• _What is being asked_: Of all the lines in the entries below, give again exactly those starting at the line containing "sizeCalculation: (entries) =>" and ending at the line containing "journal holds. */", both ends included, and no others.

┌─ Dataset records

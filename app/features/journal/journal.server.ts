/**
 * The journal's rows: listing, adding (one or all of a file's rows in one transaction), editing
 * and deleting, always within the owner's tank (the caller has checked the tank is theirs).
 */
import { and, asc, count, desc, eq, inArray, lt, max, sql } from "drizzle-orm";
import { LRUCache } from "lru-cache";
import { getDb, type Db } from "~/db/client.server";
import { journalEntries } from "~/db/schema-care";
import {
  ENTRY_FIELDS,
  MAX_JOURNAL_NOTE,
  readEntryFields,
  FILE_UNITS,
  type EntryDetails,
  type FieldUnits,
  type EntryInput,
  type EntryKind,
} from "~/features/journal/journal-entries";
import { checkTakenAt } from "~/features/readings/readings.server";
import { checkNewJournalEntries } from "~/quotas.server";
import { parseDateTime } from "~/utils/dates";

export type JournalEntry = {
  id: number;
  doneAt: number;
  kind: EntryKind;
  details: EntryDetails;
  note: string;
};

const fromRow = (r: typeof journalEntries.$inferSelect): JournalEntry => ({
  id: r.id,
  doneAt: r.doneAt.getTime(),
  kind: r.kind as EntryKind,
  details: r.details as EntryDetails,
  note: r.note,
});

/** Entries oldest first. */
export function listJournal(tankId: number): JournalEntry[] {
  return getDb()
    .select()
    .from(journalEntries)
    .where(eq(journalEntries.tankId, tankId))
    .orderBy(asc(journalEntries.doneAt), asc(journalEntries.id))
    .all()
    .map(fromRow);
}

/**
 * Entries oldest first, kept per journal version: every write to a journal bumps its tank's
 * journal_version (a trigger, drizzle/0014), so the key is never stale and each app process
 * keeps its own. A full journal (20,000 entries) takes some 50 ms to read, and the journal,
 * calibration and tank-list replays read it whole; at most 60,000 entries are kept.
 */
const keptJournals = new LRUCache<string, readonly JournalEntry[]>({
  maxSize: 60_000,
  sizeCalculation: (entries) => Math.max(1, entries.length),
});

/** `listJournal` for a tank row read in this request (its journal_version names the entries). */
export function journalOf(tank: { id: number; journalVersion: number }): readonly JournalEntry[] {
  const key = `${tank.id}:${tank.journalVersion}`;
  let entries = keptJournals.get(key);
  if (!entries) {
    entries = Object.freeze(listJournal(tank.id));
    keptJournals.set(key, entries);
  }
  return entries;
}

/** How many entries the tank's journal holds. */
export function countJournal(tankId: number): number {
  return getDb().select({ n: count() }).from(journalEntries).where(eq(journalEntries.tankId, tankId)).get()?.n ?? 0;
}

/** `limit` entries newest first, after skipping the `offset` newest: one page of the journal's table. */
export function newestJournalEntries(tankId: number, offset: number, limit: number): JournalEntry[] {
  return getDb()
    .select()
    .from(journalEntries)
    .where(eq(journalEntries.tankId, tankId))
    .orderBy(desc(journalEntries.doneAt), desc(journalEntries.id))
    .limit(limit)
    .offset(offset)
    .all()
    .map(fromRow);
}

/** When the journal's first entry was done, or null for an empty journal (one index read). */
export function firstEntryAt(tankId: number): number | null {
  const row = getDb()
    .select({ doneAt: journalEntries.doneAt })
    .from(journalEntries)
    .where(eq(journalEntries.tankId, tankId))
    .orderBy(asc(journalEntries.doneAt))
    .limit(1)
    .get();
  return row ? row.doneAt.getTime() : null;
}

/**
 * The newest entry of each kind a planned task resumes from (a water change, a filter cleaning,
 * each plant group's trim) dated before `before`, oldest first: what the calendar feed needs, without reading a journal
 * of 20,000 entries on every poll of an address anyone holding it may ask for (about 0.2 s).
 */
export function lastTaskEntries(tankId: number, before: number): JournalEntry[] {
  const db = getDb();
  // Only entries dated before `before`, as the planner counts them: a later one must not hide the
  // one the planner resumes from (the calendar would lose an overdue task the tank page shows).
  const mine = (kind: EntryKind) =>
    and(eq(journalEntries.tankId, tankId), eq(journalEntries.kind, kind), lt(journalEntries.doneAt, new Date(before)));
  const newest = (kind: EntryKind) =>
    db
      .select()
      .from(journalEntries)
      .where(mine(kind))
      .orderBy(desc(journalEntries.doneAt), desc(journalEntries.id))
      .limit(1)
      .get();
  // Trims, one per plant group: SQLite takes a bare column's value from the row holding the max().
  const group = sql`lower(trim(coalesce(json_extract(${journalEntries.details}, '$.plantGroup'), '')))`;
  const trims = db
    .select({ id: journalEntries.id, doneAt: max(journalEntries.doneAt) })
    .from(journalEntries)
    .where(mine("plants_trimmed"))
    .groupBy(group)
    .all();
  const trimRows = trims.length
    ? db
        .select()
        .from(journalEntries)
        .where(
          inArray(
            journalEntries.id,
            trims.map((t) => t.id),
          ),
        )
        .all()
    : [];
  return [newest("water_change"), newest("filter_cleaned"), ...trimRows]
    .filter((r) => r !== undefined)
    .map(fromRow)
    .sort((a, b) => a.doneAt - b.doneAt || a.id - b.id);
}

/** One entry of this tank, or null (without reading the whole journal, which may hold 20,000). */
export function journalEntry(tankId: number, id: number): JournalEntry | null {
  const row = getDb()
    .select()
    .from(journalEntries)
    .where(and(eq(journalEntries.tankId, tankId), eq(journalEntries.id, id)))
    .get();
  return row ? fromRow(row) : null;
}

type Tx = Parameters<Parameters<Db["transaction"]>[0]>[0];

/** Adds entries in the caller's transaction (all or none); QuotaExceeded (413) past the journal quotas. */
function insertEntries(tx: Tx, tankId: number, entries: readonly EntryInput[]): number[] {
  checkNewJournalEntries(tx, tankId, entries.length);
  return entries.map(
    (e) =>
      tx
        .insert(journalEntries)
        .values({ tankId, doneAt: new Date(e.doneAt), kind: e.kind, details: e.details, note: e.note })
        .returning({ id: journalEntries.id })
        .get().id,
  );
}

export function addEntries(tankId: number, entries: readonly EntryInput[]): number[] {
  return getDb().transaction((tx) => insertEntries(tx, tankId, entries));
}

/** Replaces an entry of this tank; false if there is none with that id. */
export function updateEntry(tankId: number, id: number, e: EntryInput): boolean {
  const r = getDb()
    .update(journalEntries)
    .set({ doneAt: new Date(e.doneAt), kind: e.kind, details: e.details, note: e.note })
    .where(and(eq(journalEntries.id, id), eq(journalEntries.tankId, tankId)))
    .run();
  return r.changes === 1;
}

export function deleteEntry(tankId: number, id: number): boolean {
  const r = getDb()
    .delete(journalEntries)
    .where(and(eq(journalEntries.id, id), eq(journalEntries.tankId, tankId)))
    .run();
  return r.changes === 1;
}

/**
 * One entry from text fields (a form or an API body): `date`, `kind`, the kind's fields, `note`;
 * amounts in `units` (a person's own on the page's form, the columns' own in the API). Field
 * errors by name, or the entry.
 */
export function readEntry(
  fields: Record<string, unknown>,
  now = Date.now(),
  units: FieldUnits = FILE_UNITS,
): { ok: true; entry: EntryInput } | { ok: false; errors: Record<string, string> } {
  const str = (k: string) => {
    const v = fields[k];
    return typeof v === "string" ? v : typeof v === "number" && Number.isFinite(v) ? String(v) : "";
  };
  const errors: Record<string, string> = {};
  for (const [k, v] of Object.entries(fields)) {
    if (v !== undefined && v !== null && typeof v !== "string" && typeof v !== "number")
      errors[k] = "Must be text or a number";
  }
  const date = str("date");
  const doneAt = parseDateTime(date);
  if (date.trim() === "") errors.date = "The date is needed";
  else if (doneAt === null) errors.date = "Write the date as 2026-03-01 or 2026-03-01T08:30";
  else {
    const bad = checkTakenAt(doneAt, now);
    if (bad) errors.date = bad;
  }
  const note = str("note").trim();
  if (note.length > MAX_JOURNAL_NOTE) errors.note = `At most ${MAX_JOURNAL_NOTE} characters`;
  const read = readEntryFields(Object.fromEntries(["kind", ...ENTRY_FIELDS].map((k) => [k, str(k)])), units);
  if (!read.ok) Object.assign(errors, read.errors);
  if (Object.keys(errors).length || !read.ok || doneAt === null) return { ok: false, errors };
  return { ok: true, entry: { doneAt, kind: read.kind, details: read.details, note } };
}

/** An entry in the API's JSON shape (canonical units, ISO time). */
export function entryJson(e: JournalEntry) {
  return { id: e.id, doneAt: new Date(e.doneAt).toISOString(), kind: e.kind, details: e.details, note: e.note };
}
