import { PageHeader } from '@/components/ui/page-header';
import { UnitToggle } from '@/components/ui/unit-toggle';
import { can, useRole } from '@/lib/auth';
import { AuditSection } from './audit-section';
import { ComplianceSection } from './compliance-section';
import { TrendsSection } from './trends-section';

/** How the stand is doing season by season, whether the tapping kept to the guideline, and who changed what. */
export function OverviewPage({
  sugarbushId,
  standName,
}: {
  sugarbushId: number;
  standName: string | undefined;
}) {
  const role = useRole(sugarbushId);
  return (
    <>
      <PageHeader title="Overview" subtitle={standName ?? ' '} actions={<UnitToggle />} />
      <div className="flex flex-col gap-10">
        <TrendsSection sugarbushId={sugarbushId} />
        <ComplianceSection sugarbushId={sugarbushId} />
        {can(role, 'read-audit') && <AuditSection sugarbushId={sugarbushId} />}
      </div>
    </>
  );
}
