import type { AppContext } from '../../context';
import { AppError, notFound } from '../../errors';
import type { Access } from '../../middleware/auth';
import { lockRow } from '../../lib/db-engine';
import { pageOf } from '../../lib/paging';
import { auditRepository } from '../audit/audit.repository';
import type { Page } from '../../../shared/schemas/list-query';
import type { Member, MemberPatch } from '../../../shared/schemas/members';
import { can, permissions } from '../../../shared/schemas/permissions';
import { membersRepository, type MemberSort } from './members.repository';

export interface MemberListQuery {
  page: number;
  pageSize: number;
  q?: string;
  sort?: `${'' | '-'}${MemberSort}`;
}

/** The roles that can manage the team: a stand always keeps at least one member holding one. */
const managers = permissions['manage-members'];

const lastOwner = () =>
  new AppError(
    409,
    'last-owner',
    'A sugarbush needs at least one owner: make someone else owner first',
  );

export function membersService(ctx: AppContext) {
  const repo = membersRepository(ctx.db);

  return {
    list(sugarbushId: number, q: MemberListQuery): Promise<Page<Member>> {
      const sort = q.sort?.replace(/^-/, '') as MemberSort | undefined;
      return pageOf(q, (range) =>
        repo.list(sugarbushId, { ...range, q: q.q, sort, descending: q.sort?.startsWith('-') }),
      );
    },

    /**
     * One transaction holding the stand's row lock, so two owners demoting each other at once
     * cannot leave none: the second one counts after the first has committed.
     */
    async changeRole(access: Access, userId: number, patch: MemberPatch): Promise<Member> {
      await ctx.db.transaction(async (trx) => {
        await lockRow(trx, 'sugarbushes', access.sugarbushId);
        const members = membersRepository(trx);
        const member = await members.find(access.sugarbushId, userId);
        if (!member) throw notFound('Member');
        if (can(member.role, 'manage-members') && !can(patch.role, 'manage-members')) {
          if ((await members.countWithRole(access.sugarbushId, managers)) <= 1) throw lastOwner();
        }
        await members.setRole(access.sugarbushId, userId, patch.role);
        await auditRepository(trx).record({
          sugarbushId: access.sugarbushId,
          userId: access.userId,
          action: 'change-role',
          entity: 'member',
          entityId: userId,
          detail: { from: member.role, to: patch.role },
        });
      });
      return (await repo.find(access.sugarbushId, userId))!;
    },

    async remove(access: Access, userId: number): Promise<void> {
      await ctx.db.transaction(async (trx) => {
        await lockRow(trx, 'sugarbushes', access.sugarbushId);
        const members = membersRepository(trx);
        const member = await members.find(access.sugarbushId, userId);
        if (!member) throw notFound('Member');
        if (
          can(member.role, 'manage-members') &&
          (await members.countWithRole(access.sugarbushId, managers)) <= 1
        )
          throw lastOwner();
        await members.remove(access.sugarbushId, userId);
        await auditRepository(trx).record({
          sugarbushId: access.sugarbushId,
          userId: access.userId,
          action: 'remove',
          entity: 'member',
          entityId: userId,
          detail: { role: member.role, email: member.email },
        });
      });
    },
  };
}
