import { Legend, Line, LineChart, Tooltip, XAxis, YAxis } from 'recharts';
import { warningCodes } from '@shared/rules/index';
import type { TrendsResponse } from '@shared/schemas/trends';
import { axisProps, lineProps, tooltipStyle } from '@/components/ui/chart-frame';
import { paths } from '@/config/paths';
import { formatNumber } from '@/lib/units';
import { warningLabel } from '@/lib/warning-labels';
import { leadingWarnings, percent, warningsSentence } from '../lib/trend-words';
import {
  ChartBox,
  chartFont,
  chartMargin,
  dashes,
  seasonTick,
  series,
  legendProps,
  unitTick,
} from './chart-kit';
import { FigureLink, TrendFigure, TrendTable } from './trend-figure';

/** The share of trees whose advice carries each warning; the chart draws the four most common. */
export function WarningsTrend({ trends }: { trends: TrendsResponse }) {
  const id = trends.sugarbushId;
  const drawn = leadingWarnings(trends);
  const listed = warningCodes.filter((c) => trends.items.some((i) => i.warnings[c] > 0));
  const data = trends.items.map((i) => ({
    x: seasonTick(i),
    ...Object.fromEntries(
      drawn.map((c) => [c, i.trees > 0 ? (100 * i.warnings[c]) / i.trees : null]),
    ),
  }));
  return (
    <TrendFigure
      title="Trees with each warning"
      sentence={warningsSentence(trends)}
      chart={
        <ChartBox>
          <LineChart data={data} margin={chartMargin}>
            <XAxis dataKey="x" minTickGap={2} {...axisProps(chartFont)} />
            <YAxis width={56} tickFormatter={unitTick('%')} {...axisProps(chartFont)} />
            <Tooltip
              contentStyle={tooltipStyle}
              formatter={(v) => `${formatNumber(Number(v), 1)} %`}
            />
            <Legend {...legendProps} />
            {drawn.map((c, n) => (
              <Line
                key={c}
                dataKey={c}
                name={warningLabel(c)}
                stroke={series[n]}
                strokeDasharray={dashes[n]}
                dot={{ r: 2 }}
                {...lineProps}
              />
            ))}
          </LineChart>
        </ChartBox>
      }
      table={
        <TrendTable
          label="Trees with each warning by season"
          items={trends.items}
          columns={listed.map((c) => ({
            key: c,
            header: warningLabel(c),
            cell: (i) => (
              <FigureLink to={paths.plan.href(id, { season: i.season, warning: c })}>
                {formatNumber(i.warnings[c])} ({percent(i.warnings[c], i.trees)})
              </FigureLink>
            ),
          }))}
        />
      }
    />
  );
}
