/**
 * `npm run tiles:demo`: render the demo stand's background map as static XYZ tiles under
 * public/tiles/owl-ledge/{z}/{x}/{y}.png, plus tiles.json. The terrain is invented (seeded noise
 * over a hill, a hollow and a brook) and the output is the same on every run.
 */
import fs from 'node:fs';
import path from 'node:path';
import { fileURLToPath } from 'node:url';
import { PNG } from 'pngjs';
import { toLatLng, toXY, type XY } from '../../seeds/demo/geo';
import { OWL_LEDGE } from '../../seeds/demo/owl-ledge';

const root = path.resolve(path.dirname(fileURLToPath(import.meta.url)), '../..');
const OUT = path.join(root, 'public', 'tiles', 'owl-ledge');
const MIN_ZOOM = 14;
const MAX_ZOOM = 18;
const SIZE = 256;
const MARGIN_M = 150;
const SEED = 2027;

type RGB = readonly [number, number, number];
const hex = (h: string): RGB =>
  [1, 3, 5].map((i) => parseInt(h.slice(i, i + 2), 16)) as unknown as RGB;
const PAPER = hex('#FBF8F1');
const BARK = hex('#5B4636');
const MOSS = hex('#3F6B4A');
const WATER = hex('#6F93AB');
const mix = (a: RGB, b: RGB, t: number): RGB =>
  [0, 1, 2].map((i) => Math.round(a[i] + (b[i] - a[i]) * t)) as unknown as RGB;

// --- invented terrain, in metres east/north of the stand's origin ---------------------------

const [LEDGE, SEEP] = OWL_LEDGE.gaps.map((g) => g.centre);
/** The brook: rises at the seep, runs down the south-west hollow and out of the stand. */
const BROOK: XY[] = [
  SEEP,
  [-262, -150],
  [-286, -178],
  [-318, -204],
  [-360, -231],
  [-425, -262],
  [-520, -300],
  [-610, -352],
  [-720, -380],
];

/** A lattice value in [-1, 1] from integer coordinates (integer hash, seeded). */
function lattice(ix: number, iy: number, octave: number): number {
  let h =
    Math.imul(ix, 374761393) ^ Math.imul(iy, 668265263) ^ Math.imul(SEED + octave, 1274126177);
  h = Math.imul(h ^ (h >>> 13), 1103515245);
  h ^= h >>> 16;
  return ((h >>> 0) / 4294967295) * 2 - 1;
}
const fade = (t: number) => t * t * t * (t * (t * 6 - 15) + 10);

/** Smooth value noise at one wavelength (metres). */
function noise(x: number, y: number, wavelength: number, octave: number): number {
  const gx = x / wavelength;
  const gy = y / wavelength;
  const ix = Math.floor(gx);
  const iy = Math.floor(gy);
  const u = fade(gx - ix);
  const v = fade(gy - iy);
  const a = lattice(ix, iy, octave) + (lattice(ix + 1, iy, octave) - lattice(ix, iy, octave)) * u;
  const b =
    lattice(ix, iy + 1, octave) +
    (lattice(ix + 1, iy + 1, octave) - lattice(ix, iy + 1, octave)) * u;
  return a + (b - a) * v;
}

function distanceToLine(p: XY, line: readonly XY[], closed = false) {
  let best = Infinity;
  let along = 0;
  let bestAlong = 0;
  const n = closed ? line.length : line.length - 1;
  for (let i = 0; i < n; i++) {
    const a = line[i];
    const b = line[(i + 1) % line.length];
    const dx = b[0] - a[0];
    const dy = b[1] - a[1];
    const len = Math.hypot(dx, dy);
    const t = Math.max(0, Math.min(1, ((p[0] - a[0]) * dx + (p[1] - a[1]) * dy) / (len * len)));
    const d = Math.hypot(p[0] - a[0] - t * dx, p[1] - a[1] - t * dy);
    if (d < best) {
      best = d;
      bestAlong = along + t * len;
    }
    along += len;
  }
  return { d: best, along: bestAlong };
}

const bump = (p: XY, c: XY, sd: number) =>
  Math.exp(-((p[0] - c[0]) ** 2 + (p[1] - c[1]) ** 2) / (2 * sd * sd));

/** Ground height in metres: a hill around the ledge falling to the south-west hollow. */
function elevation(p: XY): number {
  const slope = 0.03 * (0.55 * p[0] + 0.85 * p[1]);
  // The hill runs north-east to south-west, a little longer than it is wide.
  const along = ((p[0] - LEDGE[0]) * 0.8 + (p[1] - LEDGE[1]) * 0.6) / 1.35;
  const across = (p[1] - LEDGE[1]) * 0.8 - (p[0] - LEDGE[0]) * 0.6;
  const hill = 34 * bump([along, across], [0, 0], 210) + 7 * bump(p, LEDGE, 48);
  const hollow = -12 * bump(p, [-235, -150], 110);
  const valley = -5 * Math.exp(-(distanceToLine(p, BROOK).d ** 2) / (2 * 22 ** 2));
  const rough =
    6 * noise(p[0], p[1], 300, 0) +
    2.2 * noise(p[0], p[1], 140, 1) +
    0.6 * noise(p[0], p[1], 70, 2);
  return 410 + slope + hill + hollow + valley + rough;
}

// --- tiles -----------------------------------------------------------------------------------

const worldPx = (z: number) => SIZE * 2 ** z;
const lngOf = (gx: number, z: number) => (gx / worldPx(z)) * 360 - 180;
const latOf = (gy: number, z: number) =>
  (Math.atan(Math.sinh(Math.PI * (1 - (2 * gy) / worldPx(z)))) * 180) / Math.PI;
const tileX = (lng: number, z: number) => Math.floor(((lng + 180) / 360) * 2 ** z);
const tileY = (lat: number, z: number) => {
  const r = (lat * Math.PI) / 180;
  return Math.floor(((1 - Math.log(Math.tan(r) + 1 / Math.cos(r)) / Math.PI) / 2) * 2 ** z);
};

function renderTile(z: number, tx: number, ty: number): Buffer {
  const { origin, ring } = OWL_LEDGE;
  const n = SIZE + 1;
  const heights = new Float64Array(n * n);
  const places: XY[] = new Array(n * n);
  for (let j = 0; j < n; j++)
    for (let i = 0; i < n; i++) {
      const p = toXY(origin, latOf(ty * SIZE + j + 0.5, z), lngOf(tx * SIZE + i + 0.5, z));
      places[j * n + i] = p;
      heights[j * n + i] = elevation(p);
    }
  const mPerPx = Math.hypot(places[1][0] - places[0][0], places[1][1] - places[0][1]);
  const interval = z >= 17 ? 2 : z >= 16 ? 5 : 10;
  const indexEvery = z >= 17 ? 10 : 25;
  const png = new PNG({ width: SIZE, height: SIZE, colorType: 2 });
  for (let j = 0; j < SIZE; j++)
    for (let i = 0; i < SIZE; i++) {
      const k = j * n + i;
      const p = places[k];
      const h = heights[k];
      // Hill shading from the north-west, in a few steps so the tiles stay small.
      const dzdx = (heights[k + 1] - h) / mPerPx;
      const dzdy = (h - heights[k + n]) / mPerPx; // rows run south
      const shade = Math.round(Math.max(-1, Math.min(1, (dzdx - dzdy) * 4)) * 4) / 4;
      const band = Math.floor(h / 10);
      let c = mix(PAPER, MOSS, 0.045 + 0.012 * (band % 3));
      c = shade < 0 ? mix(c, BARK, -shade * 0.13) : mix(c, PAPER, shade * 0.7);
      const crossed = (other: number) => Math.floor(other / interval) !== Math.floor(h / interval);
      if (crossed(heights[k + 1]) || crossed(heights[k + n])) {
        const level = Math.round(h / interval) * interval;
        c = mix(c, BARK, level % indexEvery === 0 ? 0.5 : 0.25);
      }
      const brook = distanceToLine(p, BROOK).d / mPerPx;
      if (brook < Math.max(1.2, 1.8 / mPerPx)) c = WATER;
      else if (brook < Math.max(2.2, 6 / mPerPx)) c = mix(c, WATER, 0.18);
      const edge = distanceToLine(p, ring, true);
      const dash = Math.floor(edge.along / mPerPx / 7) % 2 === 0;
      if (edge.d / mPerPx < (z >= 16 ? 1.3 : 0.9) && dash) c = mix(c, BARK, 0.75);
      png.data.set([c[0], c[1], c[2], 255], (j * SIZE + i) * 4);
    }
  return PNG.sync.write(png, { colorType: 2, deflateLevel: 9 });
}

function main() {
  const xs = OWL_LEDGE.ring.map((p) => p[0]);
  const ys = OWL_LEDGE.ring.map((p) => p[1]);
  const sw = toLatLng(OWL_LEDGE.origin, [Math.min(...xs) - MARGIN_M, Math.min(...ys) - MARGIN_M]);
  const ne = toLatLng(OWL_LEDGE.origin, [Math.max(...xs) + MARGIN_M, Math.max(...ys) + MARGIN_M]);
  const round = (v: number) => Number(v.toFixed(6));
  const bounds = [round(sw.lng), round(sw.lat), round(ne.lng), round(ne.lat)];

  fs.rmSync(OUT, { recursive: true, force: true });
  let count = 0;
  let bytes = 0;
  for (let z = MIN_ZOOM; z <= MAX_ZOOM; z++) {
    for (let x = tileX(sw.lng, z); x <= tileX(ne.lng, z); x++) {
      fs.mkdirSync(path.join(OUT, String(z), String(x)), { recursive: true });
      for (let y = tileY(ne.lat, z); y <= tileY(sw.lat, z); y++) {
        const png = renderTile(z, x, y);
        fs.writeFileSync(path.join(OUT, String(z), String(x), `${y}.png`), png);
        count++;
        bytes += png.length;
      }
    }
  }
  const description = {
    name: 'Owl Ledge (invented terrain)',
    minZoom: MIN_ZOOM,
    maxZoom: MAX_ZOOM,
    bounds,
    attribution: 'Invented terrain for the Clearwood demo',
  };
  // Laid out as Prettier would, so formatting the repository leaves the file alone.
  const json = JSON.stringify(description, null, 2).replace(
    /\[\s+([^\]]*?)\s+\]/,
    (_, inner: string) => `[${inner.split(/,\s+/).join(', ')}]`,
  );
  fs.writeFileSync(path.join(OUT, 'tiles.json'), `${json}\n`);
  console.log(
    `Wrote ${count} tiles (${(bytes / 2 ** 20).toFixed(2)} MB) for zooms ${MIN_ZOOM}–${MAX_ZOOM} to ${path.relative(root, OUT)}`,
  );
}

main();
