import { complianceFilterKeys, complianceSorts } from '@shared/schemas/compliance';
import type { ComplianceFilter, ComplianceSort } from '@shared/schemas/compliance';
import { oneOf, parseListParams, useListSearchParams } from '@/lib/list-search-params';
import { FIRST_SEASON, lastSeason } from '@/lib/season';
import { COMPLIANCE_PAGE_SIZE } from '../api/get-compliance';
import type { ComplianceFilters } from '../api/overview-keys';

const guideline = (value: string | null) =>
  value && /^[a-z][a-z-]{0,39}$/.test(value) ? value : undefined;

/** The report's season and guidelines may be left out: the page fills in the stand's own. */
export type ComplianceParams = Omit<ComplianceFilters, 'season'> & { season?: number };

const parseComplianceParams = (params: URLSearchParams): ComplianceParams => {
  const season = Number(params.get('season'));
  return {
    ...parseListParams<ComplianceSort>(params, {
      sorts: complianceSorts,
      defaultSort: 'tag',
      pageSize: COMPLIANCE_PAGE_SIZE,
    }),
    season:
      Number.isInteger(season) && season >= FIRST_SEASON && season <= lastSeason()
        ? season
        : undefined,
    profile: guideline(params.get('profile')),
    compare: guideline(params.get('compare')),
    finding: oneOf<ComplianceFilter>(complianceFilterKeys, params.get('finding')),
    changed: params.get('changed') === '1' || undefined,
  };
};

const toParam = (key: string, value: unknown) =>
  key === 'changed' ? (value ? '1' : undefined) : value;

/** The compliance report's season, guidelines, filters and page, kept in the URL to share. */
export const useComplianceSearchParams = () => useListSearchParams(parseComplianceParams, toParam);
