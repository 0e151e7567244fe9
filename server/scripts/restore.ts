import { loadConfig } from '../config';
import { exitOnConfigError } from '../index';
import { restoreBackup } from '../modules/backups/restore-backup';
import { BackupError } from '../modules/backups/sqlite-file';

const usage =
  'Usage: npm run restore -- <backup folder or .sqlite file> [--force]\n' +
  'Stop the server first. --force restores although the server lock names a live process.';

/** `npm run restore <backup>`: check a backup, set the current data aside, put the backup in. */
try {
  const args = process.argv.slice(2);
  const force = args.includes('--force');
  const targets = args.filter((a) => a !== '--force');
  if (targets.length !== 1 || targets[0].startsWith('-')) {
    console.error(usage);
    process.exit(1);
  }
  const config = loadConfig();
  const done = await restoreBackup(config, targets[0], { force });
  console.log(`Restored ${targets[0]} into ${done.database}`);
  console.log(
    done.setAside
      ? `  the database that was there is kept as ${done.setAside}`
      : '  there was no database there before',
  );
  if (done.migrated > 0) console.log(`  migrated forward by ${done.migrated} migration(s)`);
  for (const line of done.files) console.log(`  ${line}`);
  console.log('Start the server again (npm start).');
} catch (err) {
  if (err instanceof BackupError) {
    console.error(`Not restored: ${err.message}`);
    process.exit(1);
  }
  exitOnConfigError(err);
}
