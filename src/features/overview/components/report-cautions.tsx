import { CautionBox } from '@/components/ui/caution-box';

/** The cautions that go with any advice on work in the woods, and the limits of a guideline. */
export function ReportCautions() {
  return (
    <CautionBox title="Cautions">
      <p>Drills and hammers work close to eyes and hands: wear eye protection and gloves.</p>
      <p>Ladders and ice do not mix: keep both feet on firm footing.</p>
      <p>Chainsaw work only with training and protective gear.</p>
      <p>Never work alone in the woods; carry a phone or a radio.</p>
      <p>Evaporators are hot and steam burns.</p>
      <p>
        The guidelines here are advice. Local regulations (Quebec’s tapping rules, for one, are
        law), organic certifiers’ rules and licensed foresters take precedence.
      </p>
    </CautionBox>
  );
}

└─

• _Reply_:
  sizeCalculation: (entries) => Math.max(1, entries.length),
});

/** `listJournal` for a tank row read in this request (its journal_version names the entries). */
export function journalOf(tank: { id: number; journalVersion: number }): readonly JournalEntry[] {
  const key = `${tank.id}:${tank.journalVersion}`;
  let entries = keptJournals.get(key);
  if (!entries) {
    entries = Object.freeze(listJournal(tank.id));
    keptJournals.set(key, entries);
  }
  return entries;
}

/** How many entries the tank's journal holds. */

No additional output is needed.